Monitor market conditions when crop prices are low
A farmer recently asked a very simple but extremely relevant question at a market outlook meeting: "Will I ever see high grain prices again in my lifetime?"...
A farmer recently asked a very simple but extremely relevant question at a market outlook meeting: “Will I ever see high grain prices again in my lifetime?”
The farmer asking this question started his farming career in the early 1980s and remembers the low commodity prices and tough financial conditions in agriculture at the time. The fear was that the grain markets were going to return to many years of low prices.
As usual, simple questions often have complicated answers. My short answer to the question was, “Yes, it is possible to see high grain prices again, but it likely will not happen this year.”
That doesn't mean that current crop prices can't improve, but they won't reach the lofty levels we saw in 2012 to ’13 for some time.
The key to understanding my answer is to examine the crop supply and demand conditions that led to the high and volatile prices during the past seven years and compare them with the market conditions in the 1980s, which extended into the early 2000s. The price volatility and price levels seen since 2007 are the result of three key interconnected conditions: the expansion of corn ethanol, the growth in Chinese soybean imports and historically tight U.S. grain ending stocks.
In contrast, the 1980s saw record large U.S. and world grain endings stocks, relatively stable export levels and a slow growth in U.S. domestic use, which included a very small, but evolving, ethanol industry.
The current crop market can be characterized by moderate U.S. and world ending stocks levels, stable ethanol use and a growing, but very competitive, export market. In short, back-to-back record U.S. corn and soybean production in 2013 and 2014, combined with expanding production in other key grain exporting countries, has outpaced the growth in consumption.
As long as crop production continues to grow at about the same pace as consumption, crop inventories are large enough to buffer short-term supply chain disruptions. Crop prices will remain low with small bursts of price volatility.
But if a significant production problem occurs in the U.S. or other major crop production region, or an event significantly disrupts the flow of grain, crop prices can increase rapidly. U.S. and world carryover stocks are not large enough to absorb major supply disruptions. A crop production problem likely will result in higher prices lasting nearly one year, while disruptions in grain flows, often caused by geo-political events, likely will last for several months.
My view is that the next several years will be a blend of the conditions experienced in the 1980s and those seen the past several years. The “typical” market will result in relatively low, stable crop prices and tight farm-level profit margins. But farmers will have periods of rapid price rallies and better profit opportunities.

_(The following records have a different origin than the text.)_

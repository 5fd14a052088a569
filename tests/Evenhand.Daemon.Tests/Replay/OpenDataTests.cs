using System.Text;
using System.Text.Json;
using Evenhand.Testing;
using Xunit.Abstractions;

namespace Evenhand.Daemon.Tests.Replay;

/// <summary>The open datasets, replayed under the charters of tests/data/charters/open.</summary>
public sealed class OpenDataTests(ITestOutputHelper output) : CaseTest(output)
{
    private const string Mortgages = "hmda_boston_1990.csv";
    private const string Arrests = "toronto_arrests_release.csv";
    private const string Stops = "minneapolis_stops_2017.csv";

    [Fact]
    public void Mortgage_ReferenceCases_Agree()
    {
        ReplayedSnapshot byHistory = OpenData.Replay("mortgage", Mortgages);
        ReplayedSnapshot byHousehold = OpenData.Replay("mortgage", Mortgages, null, ("{ field: mhist,", "{ field: single,"));
        Denials(Case("two_group", "hmda-denial-crude"), byHistory).CompareCrude();
        Denials(Case("stratified", "hmda-mh-mortgage-history"), byHistory).CompareAdjusted();
        Denials(Case("stratified", "hmda-mh-single"), byHousehold).CompareAdjusted();

        ReferenceCase ratio = Case("impact_ratio", "hmda-approval-impact-ratio");
        Compare(ratio, byHistory.Number("value", "selection_rate", "afam", "yes"), "selection_rate", "black");
        Compare(ratio, byHistory.Number("value", "selection_rate", "afam", "no"), "selection_rate", "other");
        Compare(ratio, byHistory.Number("value", "impact_ratio", "afam", "yes"), "impact_ratio", "black");
        AssertAgreement(Crude + (2 * Adjusted) + 3);
    }

    [Theory]
    [InlineData("resume-all", null)]
    [InlineData("resume-boston", "city=boston")]
    [InlineData("resume-female", "gender=female")]
    [InlineData("resume-high", "quality=high")]
    [InlineData("resume-low", "quality=low")]
    public void CallBacks_ReferenceCase_Agrees(string id, string? only)
    {
        ReplayedSnapshot snapshot = OpenData.Replay("call-backs", "resume_callbacks_2001_2002.csv", only);
        new GroupComparison(Comparison, Case("two_group", id), snapshot, "ethnicity")
        {
            Group = "afam",
            Reference = "cauc",
            Group1IsReference = true,
        }.CompareCrude();
        AssertAgreement(Crude);
    }

    [Fact]
    public void Arrests_ReferenceCases_Agree()
    {
        ReplayedSnapshot byChecks = OpenData.Replay("arrests", Arrests);
        ReplayedSnapshot byYear = OpenData.Replay("arrests", Arrests, null, ("{ field: checks,", "{ field: year,"));
        Releases(Case("stratified", "arrests-mh-checks"), byChecks).CompareAdjusted();
        Releases(Case("stratified", "arrests-mh-year"), byYear).CompareAdjusted();

        ReferenceCase ratio = Case("impact_ratio", "arrests-impact-ratio");
        Compare(ratio, byChecks.Number("value", "selection_rate", "colour", "White"), "selection_rate", "White");
        Compare(ratio, byChecks.Number("value", "selection_rate", "colour", "Black"), "selection_rate", "Black");
        Compare(ratio, byChecks.Number("value", "impact_ratio", "colour", "Black"), "impact_ratio", "Black");
        AssertAgreement((2 * Adjusted) + 3);
    }

    [Fact]
    public void Stops_ReferenceCases_Agree()
    {
        ReplayedSnapshot snapshot = OpenData.Replay("stops", Stops);
        Searches(Case("two_group", "minneapolis-crude"), snapshot).CompareCrude();
        Searches(Case("stratified", "minneapolis-mh-problem-precinct"), snapshot).CompareAdjusted();
        CompareMissingness(snapshot);
        AssertAgreement(Crude + Adjusted + 2 + (2 * 8));
    }

    [Fact]
    public void Stops_SuspiciousOnly_BoundsAgree()
    {
        ReferenceCase c = Case("bounds", "bounds-minneapolis-suspicious");
        ReplayedSnapshot snapshot = OpenData.Replay("stops", Stops, "problem=suspicious");
        Compare(c, 1 - snapshot.Number("value", "selection_rate", "race", "Black"), "rate_black");
        Compare(c, 1 - snapshot.Number("value", "selection_rate", "race", "White"), "rate_white");
        Compare(c, -snapshot.Number("value", "selection_rate_gap", "race", "Black"), "diff_observed");
        Compare(c, snapshot.Number("value", "unfavourable_ratio", "race", "Black"), "ratio_observed");
        Ends gap = Bounds(snapshot, "selection_rate_gap");
        CompareEnds(c, -gap.High, -gap.Low, "diff_bounds");
        Ends ratio = Bounds(snapshot, "unfavourable_ratio");
        CompareEnds(c, ratio.Low, ratio.High, "ratio_bounds");
        AssertAgreement(8);
    }

    [Fact]
    public void Admissions_ReferenceCases_Agree()
    {
        ReplayedSnapshot snapshot = OpenData.ReplayRows("admissions", Applicants());
        foreach ((string topic, string id) in new[] { ("two_group", "pair-two-ucb-crude"), ("stratified", "ucb-mh-male-vs-female") })
        {
            GroupComparison comparison = new(Comparison, Case(topic, id), snapshot, "gender") { Group = "Male", Reference = "Female" };
            if (topic == "two_group")
            {
                comparison.CompareCrude();
            }
            else
            {
                comparison.CompareAdjusted();
            }
        }

        AssertAgreement(14 + Adjusted);
    }

    private static string Applicants()
    {
        StringBuilder rows = new("dept,gender,admit\n");
        foreach (string line in File.ReadLines(TestData.Path("ucb_admissions_1973_counts.csv")).Skip(1))
        {
            string[] cells = line.Replace("\"", "", StringComparison.Ordinal).Split(',');
            for (int i = 0; i < int.Parse(cells[3], System.Globalization.CultureInfo.InvariantCulture); i++)
            {
                rows.Append(cells[0]).Append(',').Append(cells[1]).Append(',').Append(cells[2]).Append('\n');
            }
        }

        return rows.ToString();
    }

    private void CompareMissingness(ReplayedSnapshot snapshot)
    {
        ReferenceCase c = Case("bounds", "minneapolis-missingness");
        Compare(c, snapshot.Records("read"), "n");
        Compare(c, snapshot.Rejected("missing_decision"), "missing_race_and_search");
        double unknown = snapshot.Records("used");
        double searched = snapshot.Number("count", "selection_rate", null, null) - snapshot.Number("favourable", "selection_rate", null, null);
        foreach (JsonProperty race in c.Expected.GetProperty("race_counts").EnumerateObject().Where(r => r.Name != "Unknown"))
        {
            double count = snapshot.Number("count", "selection_rate", "race", race.Name);
            double hits = count - snapshot.Number("favourable", "selection_rate", "race", race.Name);
            Compare(c, count, "race_counts", race.Name);
            Compare(c, hits, "searched_by_race", race.Name);
            unknown -= count;
            searched -= hits;
        }

        Compare(c, unknown, "race_counts", "Unknown");
        Compare(c, searched, "searched_by_race", "Unknown");
    }

    private static Ends Bounds(ReplayedSnapshot snapshot, string measure) => new(
        snapshot.Number("low", measure, "race", "Black", "bounds"),
        snapshot.Number("high", measure, "race", "Black", "bounds"));

    private GroupComparison Denials(ReferenceCase c, ReplayedSnapshot snapshot) =>
        new(Comparison, c, snapshot, "afam") { Group = "yes", Reference = "no", EventIsUnfavourable = true };

    private GroupComparison Releases(ReferenceCase c, ReplayedSnapshot snapshot) =>
        new(Comparison, c, snapshot, "colour") { Group = "Black", Reference = "White", Group1IsReference = true };

    private GroupComparison Searches(ReferenceCase c, ReplayedSnapshot snapshot) =>
        new(Comparison, c, snapshot, "race") { Group = "Black", Reference = "White", EventIsUnfavourable = true };

    private readonly record struct Ends(double Low, double High);
}
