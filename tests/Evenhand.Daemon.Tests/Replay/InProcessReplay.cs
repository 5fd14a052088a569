using Evenhand.Daemon.Commands;
using Evenhand.Daemon.Replay;
using Evenhand.Monitoring.Charters;

namespace Evenhand.Daemon.Tests.Replay;

/// <summary>Runs replays inside the test's process.</summary>
internal static class InProcessReplay
{
    /// <summary>2031-01-01T00:00:00Z, in microseconds since 1970: what records without a time stand for.</summary>
    private const long AsOf = 1_924_992_000_000_000;

    /// <summary>Replays inputs under a charter file; a charter without time is read as of <see cref="AsOf"/>.</summary>
    public static ReplayedSnapshot Run(string charterFile, params string[] inputs)
    {
        Charter charter = CharterFile.Load(charterFile, CharterUse.Monitoring);
        ReplayRequest request = new()
        {
            Charter = charterFile,
            Inputs = inputs,
            AsOf = charter.Time is null ? AsOf : null,
        };
        return new ReplayedSnapshot(new ReplayRun(charter, request, TimeProvider.System, progress: null).RunAlone().Snapshot.Bytes);
    }
}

Unfortunately, the timing of these price rallies are impossible to predict and likely will not last for a long time. This makes developing a crop marketing plan more important, but also very difficult and frustrating. Farmers never will be able to price all of their grain at the peak of the market, but spending time monitoring market conditions will pay dividends.
Editor’s note: Olson is a crops economist in the North Dakota State University Agribusiness and Applied Economics Department.